§ **WHAT NEEDS TO BE DONE**
Nothing in the records below may change; print them all exactly.
Start of RECORDS SUPPLIED
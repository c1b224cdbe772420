//! What the daemon tells over HTTP, as types: one shape for server, clients and documentation.
//!
//! Quantities are plain numbers whose names carry the unit; instants are RFC 3339 text. Nothing
//! here decides anything, and nothing in a view is more exact than a double.
//!
//! What it deliberately does not do: name a field two ways. The command line, the page and the
//! OpenAPI document all use these types.

mod calibration;
mod event;
mod hand;
mod margin;
mod plan;
mod problem;
mod reading;
mod record;
mod run;
mod sequence;
mod sink;

pub use calibration::{
    CalibrationOutcome, CalibrationRequest, CalibrationState, CalibrationView, CertificateList,
    CertificateSummary, LineView, MeterReading, NominalView, VerificationView, VerifiedPoint,
};
pub use event::{Event, EventBody, GoneEvent, LinkEvent, RunEvent, RunNews};
pub use hand::{HandRequest, SetpointRequest};
pub use margin::MarginView;
pub use plan::{PlanStepView, PlannedMarginView, TemperaturesView};
pub use problem::{Code, Problem};
pub use reading::{ReadingView, StateWord};
pub use record::{
    ComparisonView, CourseView, DamageView, FiguresView, HappeningView, PeukertView, ReadingsView,
    RecordList, RecordSummary, RecordView, StretchView, VerifyView,
};
pub use run::{
    ClockWord, CrossingView, EndingView, EndingWord, HandView, LoopView, RunList, RunState,
    RunView, StepView,
};
pub use sequence::{
    CheckView, CurveView, ForecastView, OutlineView, RehearsalView, RehearseRequest,
    SequenceRequest, SequenceText,
};
pub use sink::{
    DescriptionView, HealthView, LimitsView, LinkKind, LinkState, LinkView, OffList, OffView,
    ResetView, SinkList, SinkView,
};

use quantity::HostTime;

/// An instant as RFC 3339 text, in UTC.
pub(crate) fn rfc3339(at: HostTime) -> String {
    // Beyond the year 9999 there is no such text; the number is as good.
    jiff::Timestamp::from_microsecond(at.micros())
        .map_or_else(|_| at.micros().to_string(), |stamp| stamp.to_string())
}

#[cfg(test)]
mod tests;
End of RECORDS SUPPLIED
§ **SOLUTION TO THE EXERCISE**
repository c1b224cdbe772420
//! What the daemon tells over HTTP, as types: one shape for server, clients and documentation.
//!
//! Quantities are plain numbers whose names carry the unit; instants are RFC 3339 text. Nothing
//! here decides anything, and nothing in a view is more exact than a double.
//!
//! What it deliberately does not do: name a field two ways. The command line, the page and the
//! OpenAPI document all use these types.

mod calibration;
mod event;
mod hand;
mod margin;
mod plan;
mod problem;
mod reading;
mod record;
mod run;
mod sequence;
mod sink;

pub use calibration::{
    CalibrationOutcome, CalibrationRequest, CalibrationState, CalibrationView, CertificateList,
    CertificateSummary, LineView, MeterReading, NominalView, VerificationView, VerifiedPoint,
};
pub use event::{Event, EventBody, GoneEvent, LinkEvent, RunEvent, RunNews};
pub use hand::{HandRequest, SetpointRequest};
pub use margin::MarginView;
pub use plan::{PlanStepView, PlannedMarginView, TemperaturesView};
pub use problem::{Code, Problem};
pub use reading::{ReadingView, StateWord};
pub use record::{
    ComparisonView, CourseView, DamageView, FiguresView, HappeningView, PeukertView, ReadingsView,
    RecordList, RecordSummary, RecordView, StretchView, VerifyView,
};
pub use run::{
    ClockWord, CrossingView, EndingView, EndingWord, HandView, LoopView, RunList, RunState,
    RunView, StepView,
};
pub use sequence::{
    CheckView, CurveView, ForecastView, OutlineView, RehearsalView, RehearseRequest,
    SequenceRequest, SequenceText,
};
pub use sink::{
    DescriptionView, HealthView, LimitsView, LinkKind, LinkState, LinkView, OffList, OffView,
    ResetView, SinkList, SinkView,
};

use quantity::HostTime;

/// An instant as RFC 3339 text, in UTC.
pub(crate) fn rfc3339(at: HostTime) -> String {
    // Beyond the year 9999 there is no such text; the number is as good.
    jiff::Timestamp::from_microsecond(at.micros())
        .map_or_else(|_| at.micros().to_string(), |stamp| stamp.to_string())
}

#[cfg(test)]
mod tests;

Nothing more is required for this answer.